- **Exercise instructions**
Exactly as written, transcribe each record below.

- **Exercise data**
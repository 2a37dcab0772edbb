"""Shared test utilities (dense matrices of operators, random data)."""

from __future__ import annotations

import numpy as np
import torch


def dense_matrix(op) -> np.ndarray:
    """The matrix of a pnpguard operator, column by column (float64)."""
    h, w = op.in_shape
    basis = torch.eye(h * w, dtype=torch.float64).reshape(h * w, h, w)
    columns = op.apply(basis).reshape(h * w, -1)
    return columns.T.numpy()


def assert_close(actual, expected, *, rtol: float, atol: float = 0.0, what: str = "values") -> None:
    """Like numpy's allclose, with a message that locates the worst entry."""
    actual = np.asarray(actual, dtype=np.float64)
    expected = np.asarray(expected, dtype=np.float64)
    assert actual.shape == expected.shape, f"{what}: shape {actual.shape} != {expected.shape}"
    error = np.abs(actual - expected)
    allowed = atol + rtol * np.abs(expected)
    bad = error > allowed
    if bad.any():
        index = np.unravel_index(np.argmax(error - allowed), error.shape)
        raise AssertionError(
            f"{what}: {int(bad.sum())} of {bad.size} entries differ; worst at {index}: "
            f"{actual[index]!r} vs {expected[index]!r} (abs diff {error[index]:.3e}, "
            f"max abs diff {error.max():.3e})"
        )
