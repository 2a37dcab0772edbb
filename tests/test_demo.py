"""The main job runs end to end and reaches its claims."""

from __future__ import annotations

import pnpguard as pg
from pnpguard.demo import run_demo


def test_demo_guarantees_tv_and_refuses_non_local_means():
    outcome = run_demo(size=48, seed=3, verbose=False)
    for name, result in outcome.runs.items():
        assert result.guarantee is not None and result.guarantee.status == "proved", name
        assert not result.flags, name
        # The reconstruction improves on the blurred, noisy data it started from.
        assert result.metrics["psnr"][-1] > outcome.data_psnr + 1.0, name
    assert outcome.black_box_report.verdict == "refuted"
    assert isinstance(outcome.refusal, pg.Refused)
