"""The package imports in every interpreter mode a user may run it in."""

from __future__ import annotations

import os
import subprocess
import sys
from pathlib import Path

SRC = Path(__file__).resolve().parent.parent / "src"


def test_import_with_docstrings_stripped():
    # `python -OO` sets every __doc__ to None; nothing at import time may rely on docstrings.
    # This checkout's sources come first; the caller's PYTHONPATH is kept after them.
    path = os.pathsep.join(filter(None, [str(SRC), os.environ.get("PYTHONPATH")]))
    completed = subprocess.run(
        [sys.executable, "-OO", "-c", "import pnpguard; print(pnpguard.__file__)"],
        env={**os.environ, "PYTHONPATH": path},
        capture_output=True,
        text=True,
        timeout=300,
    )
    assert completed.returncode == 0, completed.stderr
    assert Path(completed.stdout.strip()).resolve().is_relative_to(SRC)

- **Solution for this task**
repository 2a37dcab0772edbb
"""Shared test utilities (dense matrices of operators, random data)."""

from __future__ import annotations

import numpy as np
import torch


def dense_matrix(op) -> np.ndarray:
    """The matrix of a pnpguard operator, column by column (float64)."""
    h, w = op.in_shape
    basis = torch.eye(h * w, dtype=torch.float64).reshape(h * w, h, w)
    columns = op.apply(basis).reshape(h * w, -1)
    return columns.T.numpy()


def assert_close(actual, expected, *, rtol: float, atol: float = 0.0, what: str = "values") -> None:
    """Like numpy's allclose, with a message that locates the worst entry."""
    actual = np.asarray(actual, dtype=np.float64)
    expected = np.asarray(expected, dtype=np.float64)
    assert actual.shape == expected.shape, f"{what}: shape {actual.shape} != {expected.shape}"
    error = np.abs(actual - expected)
    allowed = atol + rtol * np.abs(expected)
    bad = error > allowed
    if bad.any():
        index = np.unravel_index(np.argmax(error - allowed), error.shape)
        raise AssertionError(
            f"{what}: {int(bad.sum())} of {bad.size} entries differ; worst at {index}: "
            f"{actual[index]!r} vs {expected[index]!r} (abs diff {error[index]:.3e}, "
            f"max abs diff {error.max():.3e})"
        )
repository 2a37dcab0772edbb
filename tests/test_demo.py
"""The main job runs end to end and reaches its claims."""

from __future__ import annotations

import pnpguard as pg
from pnpguard.demo import run_demo


def test_demo_guarantees_tv_and_refuses_non_local_means():
    outcome = run_demo(size=48, seed=3, verbose=False)
    for name, result in outcome.runs.items():
        assert result.guarantee is not None and result.guarantee.status == "proved", name
        assert not result.flags, name
        # The reconstruction improves on the blurred, noisy data it started from.
        assert result.metrics["psnr"][-1] > outcome.data_psnr + 1.0, name
    assert outcome.black_box_report.verdict == "refuted"
    assert isinstance(outcome.refusal, pg.Refused)
"""The package imports in every interpreter mode a user may run it in."""

from __future__ import annotations

import os
import subprocess
import sys
from pathlib import Path

SRC = Path(__file__).resolve().parent.parent / "src"


def test_import_with_docstrings_stripped():
    # `python -OO` sets every __doc__ to None; nothing at import time may rely on docstrings.
    # This checkout's sources come first; the caller's PYTHONPATH is kept after them.
    path = os.pathsep.join(filter(None, [str(SRC), os.environ.get("PYTHONPATH")]))
    completed = subprocess.run(
        [sys.executable, "-OO", "-c", "import pnpguard; print(pnpguard.__file__)"],
        env={**os.environ, "PYTHONPATH": path},
        capture_output=True,
        text=True,
        timeout=300,
    )
    assert completed.returncode == 0, completed.stderr
    assert Path(completed.stdout.strip()).resolve().is_relative_to(SRC)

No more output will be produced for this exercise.